Pick out every line in the data below that holds "modal".

** Opening Material provided block **

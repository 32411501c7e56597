/** `npm run bench [-- NAME] [--json]`: benchmarks by name, all of them without one. They never decide a test. */
import { readArguments } from '../../plugins/command-line/project.ts';
import { benchIntegratorChoice } from './integrator-choice.ts';
import { benchLinearAlgebra } from './linear-algebra.ts';
import { createReport, type Report } from './report.ts';
import { benchTimeResponse } from './time-response.ts';

const BENCHMARKS: { readonly [name: string]: (report: Report) => void } = {
  'time-response': benchTimeResponse,
  'linear-algebra': benchLinearAlgebra,
  'integrator-choice': benchIntegratorChoice,
};

const usage = `npm run bench [-- NAME] [--json], NAME one of ${Object.keys(BENCHMARKS).join(', ')}`;
const { flags, files } = readArguments(process.argv.slice(2), { flags: ['json'], files: 1, usage });
const name = files[0];
if (name !== undefined && !Object.hasOwn(BENCHMARKS, name)) {
  console.error(`There is no benchmark '${name}'.\nUsage: ${usage}`);
  process.exit(2);
}
const report = createReport(flags.has('json'));
for (const [key, bench] of Object.entries(BENCHMARKS)) if (name === undefined || name === key) bench(report);
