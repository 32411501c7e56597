/**
 * How the charges and fluxes at the end of a recorded march depend on those at its start: the variational equations of the integrator's own
 * steps. Each step's collocation equations are differentiated exactly, with the conductances of all three stages; at an event the instant
 * depends on the start too, which adds a jump (M. A. Aizerman and F. R. Gantmakher, 1958).
 */
import { evaluateConductances, evaluateCurrents, setDriven } from '../equations/evaluate.ts';
import type { System } from '../equations/system.ts';
import { exitMargin, setMode } from '../equations/system.ts';
import { assembleStages, factoriseCoupled, ROW_SUMS, type StepSystem } from '../integrator/coupled-stages.ts';
import { C1, C2 } from '../integrator/radau-coefficients.ts';
import type { Recorder } from '../integrator/recorder.ts';
import { solveFactored } from '../linear/factors.ts';
import { segmentAt } from '../wave-evaluation.ts';

/**
 * Carries changes of the starting charges (columns of length n) through the recorded march, in place. `fixedTimes` are the instants that do
 * not depend on the state: corners of sources.
 */
export function propagate(
  system: System,
  recorder: Recorder,
  stepSystem: StepSystem,
  columns: readonly Float64Array[],
  fixedTimes: ReadonlySet<number>,
): void {
  const { size } = system;
  const y = new Float64Array(system.vectorLength);
  const jacobians = [0, 1, 2].map(() => new Float64Array(system.pattern.column.length + 1));
  const values = new Float64Array(stepSystem.pattern.column.length);
  const right = new Float64Array(3 * size);
  const changes = columns.map(() => new Float64Array(size));
  const load = (step: number, node: number): void => {
    const at = (4 * step + node) * size;
    for (let i = 0; i < size; i++) y[i] = recorder.unknowns[at + i]!;
  };
  for (let step = 0; step < recorder.steps; step++) {
    const begin = recorder.grid[step]!;
    const end = recorder.grid[step + 1]!;
    const h = end - begin;
    for (const drive of [...system.drives, ...system.driven]) drive.segment = segmentAt(drive.wave, (begin + end) / 2);
    for (let k = 0; k < recorder.modal; k++) {
      const mode = recorder.modes[step * recorder.modal + k]!;
      if (system.modes[k] !== mode) setMode(system, k, mode);
    }
    for (let a = 0; a < 3; a++) {
      setDriven(system, begin + [C1, C2, 1][a]! * h, y);
      load(step, a + 1);
      evaluateConductances(system, y, jacobians[a]!);
    }
    assembleStages(system, stepSystem, h, jacobians, values);
    if (!factoriseCoupled(stepSystem, values)) continue;
    columns.forEach((column, c) => {
      for (let a = 0; a < 3; a++) for (let i = 0; i < size; i++) right[a * size + i] = (ROW_SUMS[a]! / h) * column[i]!;
      solveFactored(stepSystem.factors!, right);
      changes[c]!.set(right.subarray(2 * size, 3 * size));
      storageTimes(system, changes[c]!, column);
    });
    const next = step + 1;
    if (next < recorder.steps && recorder.modal > 0 && !fixedTimes.has(end)) {
      addEventJump(system, recorder, step, end, columns, changes);
    }
  }
}

/** column = C · change */
function storageTimes(system: System, change: Float64Array, column: Float64Array): void {
  const { rowStart, column: index, size } = system.pattern;
  for (let i = 0; i < size; i++) {
    let sum = 0;
    for (let s = rowStart[i]!; s < rowStart[i + 1]!; s++) sum += system.storage[s]! * change[index[s]!]!;
    column[i] = sum;
  }
}

/** An event that comes earlier by dt lets the later law act for dt longer: dq += (q̇before - q̇after) dt. */
function addEventJump(
  system: System,
  recorder: Recorder,
  step: number,
  t: number,
  columns: readonly Float64Array[],
  changes: readonly Float64Array[],
): void {
  const { size } = system;
  const { modal, modes, unknowns, grid } = recorder;
  const modesAt = (k: number, s: number): number => modes[s * modal + k]!;
  const trigger = system.modal.findIndex((_, k) => modesAt(k, step) !== modesAt(k, step + 1));
  if (trigger < 0) return;
  const device = system.modal[trigger]!;
  const exit = device.modes[modesAt(trigger, step)]!.exits.find(({ to }) => to === modesAt(trigger, step + 1));
  if (!exit) return;
  const before = new Float64Array(system.vectorLength);
  const after = new Float64Array(system.vectorLength);
  setDriven(system, t, before);
  for (let i = 0; i < size; i++) before[i] = unknowns[(4 * step + 3) * size + i]!;
  // how fast the watched quantity grows: the slope of the step's cubic at its end
  const h = grid[step + 1]! - grid[step]!;
  const margins = [0, 1, 2, 3].map((node) => {
    const at = new Float64Array(system.vectorLength);
    setDriven(system, grid[step]! + [0, C1, C2, 1][node]! * h, at);
    for (let i = 0; i < size; i++) at[i] = unknowns[(4 * step + node) * size + i]!;
    return exitMargin(exit, device, at);
  });
  const rate = endSlope(margins) / h;
  if (!(rate > 0)) return;
  const flowBefore = new Float64Array(size + 1);
  evaluateCurrents(system, t, before, flowBefore);
  for (let k = 0; k < modal; k++) setMode(system, k, modesAt(k, step + 1));
  setDriven(system, t, after);
  for (let i = 0; i < size; i++) after[i] = unknowns[4 * (step + 1) * size + i]!;
  const flowAfter = new Float64Array(size + 1);
  evaluateCurrents(system, t, after, flowAfter);
  columns.forEach((column, c) => {
    const change = new Float64Array(system.vectorLength);
    change.set(changes[c]!);
    const shift = exitMargin({ ...exit, level: 0 }, device, change) / rate;
    // q̇ = -f in the rows that carry charge; dt = -shift
    for (let i = 0; i < size; i++) column[i]! += shift * (flowBefore[i]! - flowAfter[i]!);
  });
}

/** Slope, for a step of length 1, at the end of the cubic through the four nodes. */
function endSlope(values: readonly number[]): number {
  const nodes = [0, C1, C2, 1];
  let sum = 0;
  for (let r = 0; r < 4; r++) {
    if (r === 3) {
      sum += values[3]! * (1 + 1 / (1 - C1) + 1 / (1 - C2));
      continue;
    }
    let product = 1 / (nodes[r]! - 1);
    for (let k = 0; k < 3; k++) if (k !== r) product *= (1 - nodes[k]!) / (nodes[r]! - nodes[k]!);
    sum += values[r]! * product;
  }
  return sum;
}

** Closing Material provided block **

**Task response:**
    for (let k = 0; k < recorder.modal; k++) {
      const mode = recorder.modes[step * recorder.modal + k]!;
    if (next < recorder.steps && recorder.modal > 0 && !fixedTimes.has(end)) {
  const { modal, modes, unknowns, grid } = recorder;
  const modesAt = (k: number, s: number): number => modes[s * modal + k]!;
  const trigger = system.modal.findIndex((_, k) => modesAt(k, step) !== modesAt(k, step + 1));
  const device = system.modal[trigger]!;
  for (let k = 0; k < modal; k++) setMode(system, k, modesAt(k, step + 1));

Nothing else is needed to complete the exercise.